Copy each line of the material in which the word "share" appears.
-=-=-
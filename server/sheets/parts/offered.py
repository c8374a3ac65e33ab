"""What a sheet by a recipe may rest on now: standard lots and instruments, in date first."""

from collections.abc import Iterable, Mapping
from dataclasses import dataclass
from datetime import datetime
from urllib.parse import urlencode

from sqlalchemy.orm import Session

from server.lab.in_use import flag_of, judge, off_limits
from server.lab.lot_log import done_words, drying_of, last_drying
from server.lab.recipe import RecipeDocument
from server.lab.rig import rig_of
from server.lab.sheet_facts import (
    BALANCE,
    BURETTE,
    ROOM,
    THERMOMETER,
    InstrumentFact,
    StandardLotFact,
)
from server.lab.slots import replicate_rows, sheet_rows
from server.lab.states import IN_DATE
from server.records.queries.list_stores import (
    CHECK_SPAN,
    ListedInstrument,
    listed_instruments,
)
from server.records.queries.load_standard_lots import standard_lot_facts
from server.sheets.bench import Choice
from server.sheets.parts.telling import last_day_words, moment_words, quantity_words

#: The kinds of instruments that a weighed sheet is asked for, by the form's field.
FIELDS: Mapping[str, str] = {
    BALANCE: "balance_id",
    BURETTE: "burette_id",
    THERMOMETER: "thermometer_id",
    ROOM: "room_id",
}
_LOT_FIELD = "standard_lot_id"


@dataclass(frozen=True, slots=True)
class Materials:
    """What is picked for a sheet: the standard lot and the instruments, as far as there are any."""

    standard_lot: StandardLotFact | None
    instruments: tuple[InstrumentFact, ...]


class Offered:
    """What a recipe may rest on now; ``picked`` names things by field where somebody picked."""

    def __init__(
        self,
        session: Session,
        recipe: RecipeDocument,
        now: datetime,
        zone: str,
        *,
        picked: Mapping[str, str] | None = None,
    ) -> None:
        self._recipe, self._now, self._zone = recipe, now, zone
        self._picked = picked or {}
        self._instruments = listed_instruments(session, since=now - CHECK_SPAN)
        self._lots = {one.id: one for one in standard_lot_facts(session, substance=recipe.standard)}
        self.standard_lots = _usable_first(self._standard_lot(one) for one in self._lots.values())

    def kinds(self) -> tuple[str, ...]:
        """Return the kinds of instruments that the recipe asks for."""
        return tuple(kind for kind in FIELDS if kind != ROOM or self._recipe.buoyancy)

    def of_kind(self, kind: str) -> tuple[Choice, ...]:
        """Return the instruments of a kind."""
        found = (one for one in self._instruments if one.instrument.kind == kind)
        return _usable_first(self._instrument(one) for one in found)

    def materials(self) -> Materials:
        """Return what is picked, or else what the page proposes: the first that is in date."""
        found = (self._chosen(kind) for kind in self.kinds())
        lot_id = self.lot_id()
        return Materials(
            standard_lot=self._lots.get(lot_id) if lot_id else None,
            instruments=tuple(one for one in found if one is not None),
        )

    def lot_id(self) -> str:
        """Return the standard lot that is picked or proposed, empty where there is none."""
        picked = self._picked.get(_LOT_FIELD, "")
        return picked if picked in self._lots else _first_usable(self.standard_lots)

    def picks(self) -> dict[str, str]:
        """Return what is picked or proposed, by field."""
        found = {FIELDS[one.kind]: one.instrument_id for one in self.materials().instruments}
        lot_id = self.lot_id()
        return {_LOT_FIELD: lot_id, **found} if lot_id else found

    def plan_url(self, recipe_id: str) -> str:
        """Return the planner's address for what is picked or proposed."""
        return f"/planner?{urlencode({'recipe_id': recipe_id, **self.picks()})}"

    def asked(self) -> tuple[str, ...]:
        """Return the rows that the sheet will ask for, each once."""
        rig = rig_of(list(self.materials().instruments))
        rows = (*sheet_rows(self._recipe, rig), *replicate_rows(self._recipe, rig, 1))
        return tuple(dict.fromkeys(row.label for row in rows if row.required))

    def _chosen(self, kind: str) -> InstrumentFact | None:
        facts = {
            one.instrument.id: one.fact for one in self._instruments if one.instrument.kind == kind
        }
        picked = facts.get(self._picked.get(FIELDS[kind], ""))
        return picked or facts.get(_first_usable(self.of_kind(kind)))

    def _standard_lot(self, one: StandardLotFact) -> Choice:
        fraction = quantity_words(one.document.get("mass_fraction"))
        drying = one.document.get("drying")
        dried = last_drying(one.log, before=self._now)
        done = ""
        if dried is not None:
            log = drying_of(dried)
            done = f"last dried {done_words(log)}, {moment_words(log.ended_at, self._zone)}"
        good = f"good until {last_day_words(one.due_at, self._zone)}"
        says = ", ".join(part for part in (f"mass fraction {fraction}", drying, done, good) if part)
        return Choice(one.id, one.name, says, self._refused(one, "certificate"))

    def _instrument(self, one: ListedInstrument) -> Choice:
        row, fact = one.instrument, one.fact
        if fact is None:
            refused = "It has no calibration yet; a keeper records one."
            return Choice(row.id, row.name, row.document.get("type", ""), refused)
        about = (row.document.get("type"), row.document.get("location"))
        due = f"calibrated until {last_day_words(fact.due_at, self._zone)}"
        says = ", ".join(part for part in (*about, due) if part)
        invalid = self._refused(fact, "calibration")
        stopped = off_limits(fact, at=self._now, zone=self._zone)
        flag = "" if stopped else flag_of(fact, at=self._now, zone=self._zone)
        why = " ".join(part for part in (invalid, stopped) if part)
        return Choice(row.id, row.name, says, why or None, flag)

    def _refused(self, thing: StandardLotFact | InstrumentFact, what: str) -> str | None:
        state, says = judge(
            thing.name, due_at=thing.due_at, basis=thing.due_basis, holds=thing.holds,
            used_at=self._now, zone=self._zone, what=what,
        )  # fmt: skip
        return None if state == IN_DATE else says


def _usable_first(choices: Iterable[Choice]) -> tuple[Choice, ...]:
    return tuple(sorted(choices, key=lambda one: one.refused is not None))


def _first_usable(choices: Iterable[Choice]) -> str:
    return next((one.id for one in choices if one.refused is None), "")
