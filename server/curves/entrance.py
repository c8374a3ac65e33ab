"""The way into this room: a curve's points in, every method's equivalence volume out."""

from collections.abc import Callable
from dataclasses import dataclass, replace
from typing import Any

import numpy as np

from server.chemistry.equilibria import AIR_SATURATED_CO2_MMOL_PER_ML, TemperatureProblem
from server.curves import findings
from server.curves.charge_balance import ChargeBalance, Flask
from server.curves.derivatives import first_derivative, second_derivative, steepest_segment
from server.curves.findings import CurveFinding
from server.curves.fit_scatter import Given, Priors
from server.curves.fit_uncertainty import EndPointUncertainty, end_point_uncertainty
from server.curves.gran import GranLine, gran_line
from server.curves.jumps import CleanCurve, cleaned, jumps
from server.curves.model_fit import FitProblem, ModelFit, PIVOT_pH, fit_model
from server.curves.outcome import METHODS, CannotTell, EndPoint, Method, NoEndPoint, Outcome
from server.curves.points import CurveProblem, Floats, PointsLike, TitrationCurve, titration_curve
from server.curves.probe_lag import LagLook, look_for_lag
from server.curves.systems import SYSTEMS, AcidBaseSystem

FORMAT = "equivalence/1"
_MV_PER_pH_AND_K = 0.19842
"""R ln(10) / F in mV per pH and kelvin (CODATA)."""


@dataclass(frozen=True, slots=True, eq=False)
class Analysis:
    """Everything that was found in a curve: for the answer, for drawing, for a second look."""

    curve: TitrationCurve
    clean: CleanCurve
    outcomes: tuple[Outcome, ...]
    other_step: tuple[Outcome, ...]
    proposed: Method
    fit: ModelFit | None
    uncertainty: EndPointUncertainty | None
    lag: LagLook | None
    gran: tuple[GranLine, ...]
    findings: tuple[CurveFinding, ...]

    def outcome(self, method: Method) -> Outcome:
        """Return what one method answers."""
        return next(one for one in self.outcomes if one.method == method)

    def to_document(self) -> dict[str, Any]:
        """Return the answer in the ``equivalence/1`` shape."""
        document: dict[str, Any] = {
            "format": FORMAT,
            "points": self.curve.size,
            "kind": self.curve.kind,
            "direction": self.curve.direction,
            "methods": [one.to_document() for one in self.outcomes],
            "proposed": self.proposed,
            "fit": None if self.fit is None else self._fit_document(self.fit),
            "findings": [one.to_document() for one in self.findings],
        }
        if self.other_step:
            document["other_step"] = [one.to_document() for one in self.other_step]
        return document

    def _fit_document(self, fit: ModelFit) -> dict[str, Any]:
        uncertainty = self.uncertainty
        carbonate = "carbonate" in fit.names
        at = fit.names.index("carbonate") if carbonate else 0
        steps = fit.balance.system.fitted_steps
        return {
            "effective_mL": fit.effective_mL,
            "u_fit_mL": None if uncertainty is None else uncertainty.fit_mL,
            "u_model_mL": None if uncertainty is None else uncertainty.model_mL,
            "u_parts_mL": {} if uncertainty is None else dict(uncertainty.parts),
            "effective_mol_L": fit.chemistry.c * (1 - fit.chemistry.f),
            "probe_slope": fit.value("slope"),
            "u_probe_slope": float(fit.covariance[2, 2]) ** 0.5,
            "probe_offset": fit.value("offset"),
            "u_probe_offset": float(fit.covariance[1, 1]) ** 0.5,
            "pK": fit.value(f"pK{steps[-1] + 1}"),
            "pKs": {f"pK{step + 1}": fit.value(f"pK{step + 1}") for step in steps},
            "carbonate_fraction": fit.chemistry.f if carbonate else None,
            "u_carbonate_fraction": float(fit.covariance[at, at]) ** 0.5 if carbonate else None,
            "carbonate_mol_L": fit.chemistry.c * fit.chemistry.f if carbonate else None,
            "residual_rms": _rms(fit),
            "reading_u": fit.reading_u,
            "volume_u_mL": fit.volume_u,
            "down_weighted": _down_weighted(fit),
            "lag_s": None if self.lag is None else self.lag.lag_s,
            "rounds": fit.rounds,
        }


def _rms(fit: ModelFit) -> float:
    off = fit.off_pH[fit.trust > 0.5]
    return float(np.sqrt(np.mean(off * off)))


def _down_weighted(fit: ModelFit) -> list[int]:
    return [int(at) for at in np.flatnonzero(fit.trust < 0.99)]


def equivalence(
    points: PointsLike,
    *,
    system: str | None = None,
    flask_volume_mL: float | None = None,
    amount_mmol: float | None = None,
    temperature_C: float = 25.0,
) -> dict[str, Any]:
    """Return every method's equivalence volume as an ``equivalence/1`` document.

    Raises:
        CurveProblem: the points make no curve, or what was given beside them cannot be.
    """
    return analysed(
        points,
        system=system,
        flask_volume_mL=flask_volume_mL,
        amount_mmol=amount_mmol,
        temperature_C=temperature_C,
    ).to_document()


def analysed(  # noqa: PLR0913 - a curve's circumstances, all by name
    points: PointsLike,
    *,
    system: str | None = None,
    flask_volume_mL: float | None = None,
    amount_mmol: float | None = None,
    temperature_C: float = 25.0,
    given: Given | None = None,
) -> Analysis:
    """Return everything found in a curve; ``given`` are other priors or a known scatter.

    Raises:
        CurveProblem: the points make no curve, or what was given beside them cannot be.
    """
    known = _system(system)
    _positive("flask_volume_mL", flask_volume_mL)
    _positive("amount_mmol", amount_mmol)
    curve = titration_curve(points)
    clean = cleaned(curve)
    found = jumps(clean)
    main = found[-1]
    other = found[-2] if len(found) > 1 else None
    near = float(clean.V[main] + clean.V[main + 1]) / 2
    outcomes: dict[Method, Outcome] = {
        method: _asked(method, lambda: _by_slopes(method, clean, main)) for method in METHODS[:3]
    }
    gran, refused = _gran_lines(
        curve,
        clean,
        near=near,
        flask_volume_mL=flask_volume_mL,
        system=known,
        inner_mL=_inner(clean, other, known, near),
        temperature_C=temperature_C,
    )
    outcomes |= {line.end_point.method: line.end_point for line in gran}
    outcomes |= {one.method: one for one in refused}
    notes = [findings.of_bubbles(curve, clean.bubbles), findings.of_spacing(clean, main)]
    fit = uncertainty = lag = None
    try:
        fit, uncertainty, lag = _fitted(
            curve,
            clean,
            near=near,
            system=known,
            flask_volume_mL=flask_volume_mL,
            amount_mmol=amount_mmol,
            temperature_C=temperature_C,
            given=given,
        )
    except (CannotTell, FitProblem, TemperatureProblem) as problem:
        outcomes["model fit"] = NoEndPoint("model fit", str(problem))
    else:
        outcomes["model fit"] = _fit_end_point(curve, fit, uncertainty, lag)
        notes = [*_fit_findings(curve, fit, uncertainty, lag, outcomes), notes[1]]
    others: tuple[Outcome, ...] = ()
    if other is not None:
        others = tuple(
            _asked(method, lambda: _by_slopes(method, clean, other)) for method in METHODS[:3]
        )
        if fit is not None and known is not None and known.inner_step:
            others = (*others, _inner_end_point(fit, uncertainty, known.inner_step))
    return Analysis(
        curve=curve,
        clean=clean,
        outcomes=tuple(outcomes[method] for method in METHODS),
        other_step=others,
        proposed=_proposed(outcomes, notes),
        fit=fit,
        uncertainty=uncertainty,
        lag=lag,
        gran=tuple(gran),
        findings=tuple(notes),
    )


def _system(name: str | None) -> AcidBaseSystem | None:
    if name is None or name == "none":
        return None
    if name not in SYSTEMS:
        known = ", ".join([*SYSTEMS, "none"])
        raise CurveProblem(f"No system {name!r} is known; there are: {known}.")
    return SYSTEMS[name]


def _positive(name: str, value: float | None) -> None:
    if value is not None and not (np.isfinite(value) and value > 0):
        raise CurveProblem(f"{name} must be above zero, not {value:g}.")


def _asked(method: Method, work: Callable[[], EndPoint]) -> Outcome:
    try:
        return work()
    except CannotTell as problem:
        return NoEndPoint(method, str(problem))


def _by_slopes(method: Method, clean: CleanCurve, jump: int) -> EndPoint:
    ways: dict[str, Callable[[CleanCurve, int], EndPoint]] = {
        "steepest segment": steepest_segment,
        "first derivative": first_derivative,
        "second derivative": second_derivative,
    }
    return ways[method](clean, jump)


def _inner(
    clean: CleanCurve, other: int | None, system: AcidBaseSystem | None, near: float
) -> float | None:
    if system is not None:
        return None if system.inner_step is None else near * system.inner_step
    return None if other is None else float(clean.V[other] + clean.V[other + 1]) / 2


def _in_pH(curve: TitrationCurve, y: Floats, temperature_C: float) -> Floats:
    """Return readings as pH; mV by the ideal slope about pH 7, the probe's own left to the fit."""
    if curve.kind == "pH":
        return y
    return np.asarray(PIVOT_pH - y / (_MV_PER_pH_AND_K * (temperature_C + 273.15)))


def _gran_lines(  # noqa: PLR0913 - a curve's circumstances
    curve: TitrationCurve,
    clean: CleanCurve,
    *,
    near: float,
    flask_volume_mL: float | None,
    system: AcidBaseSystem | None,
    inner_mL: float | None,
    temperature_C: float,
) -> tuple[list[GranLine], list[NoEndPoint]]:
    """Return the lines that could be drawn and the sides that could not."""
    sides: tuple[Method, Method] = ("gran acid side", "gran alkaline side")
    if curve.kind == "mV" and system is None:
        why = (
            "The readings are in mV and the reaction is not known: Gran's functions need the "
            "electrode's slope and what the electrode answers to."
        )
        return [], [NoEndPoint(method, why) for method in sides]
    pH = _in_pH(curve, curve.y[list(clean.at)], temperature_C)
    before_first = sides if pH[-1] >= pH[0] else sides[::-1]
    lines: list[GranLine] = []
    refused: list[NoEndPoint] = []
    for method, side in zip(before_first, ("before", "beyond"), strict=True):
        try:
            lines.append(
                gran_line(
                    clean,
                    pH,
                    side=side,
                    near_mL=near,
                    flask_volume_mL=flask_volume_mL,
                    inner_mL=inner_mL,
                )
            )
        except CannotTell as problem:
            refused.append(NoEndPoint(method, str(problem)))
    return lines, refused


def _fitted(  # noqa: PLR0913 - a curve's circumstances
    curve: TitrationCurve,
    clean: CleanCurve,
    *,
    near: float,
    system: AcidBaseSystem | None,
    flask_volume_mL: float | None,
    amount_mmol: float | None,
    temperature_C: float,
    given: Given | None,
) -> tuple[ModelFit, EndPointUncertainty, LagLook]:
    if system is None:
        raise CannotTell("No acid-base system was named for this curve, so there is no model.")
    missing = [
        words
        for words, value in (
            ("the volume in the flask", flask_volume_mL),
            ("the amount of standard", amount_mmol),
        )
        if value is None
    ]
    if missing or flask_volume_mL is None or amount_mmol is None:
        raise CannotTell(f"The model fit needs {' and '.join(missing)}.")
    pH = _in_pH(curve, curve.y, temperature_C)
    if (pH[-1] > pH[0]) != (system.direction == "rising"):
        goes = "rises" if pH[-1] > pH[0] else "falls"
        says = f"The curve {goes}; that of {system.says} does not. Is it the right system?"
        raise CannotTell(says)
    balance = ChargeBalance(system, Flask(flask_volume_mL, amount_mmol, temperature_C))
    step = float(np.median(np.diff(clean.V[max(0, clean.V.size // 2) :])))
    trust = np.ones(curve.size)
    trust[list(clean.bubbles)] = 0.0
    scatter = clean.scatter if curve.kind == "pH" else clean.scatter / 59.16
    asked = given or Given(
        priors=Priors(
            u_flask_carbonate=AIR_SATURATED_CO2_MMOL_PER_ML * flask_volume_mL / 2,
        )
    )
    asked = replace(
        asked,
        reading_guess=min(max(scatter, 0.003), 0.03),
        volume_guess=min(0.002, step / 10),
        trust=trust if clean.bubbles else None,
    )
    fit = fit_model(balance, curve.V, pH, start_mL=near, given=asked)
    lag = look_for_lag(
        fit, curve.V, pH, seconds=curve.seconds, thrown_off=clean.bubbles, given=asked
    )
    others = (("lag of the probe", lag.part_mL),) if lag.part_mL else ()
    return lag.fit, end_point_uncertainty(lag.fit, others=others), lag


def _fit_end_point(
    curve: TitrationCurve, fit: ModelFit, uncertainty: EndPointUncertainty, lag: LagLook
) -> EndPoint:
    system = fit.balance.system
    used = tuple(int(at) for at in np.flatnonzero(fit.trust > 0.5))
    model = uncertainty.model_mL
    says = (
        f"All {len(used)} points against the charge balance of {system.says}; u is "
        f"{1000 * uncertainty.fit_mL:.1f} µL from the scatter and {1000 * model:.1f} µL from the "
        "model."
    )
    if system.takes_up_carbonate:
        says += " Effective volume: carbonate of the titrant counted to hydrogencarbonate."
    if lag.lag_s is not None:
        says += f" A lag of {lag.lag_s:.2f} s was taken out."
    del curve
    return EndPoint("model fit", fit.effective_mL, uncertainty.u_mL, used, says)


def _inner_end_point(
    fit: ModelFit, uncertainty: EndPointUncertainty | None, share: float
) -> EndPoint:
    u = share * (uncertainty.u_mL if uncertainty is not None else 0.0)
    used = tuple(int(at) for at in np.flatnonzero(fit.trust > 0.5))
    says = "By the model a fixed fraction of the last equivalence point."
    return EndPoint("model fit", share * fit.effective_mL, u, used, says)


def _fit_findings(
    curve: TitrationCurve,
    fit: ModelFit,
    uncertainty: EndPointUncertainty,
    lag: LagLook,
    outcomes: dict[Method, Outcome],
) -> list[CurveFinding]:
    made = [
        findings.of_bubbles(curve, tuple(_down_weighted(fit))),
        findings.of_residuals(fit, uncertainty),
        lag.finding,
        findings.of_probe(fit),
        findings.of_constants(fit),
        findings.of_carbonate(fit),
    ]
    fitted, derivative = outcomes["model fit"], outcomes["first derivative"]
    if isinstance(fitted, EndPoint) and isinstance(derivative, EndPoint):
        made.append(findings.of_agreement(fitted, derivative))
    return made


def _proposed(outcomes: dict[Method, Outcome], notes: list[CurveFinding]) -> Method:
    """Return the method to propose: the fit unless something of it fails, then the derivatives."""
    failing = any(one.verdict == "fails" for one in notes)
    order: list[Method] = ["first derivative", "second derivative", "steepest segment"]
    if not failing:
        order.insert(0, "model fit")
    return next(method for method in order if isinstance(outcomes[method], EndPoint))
-=-=-
> [Exercise output]
    fit: ModelFit, uncertainty: EndPointUncertainty | None, share: float
    u = share * (uncertainty.u_mL if uncertainty is not None else 0.0)
    return EndPoint("model fit", share * fit.effective_mL, u, used, says)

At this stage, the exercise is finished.